▸ **PROBLEM TO WORK ON**: Please transcribe each of the records exactly as given.

▸ **ENTRIES PROVIDED**:
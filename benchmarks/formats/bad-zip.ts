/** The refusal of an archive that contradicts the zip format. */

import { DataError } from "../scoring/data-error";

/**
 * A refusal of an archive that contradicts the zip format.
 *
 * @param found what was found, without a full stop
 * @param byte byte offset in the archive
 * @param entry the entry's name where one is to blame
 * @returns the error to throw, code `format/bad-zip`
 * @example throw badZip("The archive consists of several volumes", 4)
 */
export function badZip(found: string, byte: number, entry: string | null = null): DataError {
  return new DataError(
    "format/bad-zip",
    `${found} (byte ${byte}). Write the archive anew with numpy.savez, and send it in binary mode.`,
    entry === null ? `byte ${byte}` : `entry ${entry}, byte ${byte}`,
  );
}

▸ **EXERCISE ANSWER**:
filename benchmarks/formats/bad-zip.ts
/** The refusal of an archive that contradicts the zip format. */

import { DataError } from "../scoring/data-error";

/**
 * A refusal of an archive that contradicts the zip format.
 *
 * @param found what was found, without a full stop
 * @param byte byte offset in the archive
 * @param entry the entry's name where one is to blame
 * @returns the error to throw, code `format/bad-zip`
 * @example throw badZip("The archive consists of several volumes", 4)
 */
export function badZip(found: string, byte: number, entry: string | null = null): DataError {
  return new DataError(
    "format/bad-zip",
    `${found} (byte ${byte}). Write the archive anew with numpy.savez, and send it in binary mode.`,
    entry === null ? `byte ${byte}` : `entry ${entry}, byte ${byte}`,
  );
}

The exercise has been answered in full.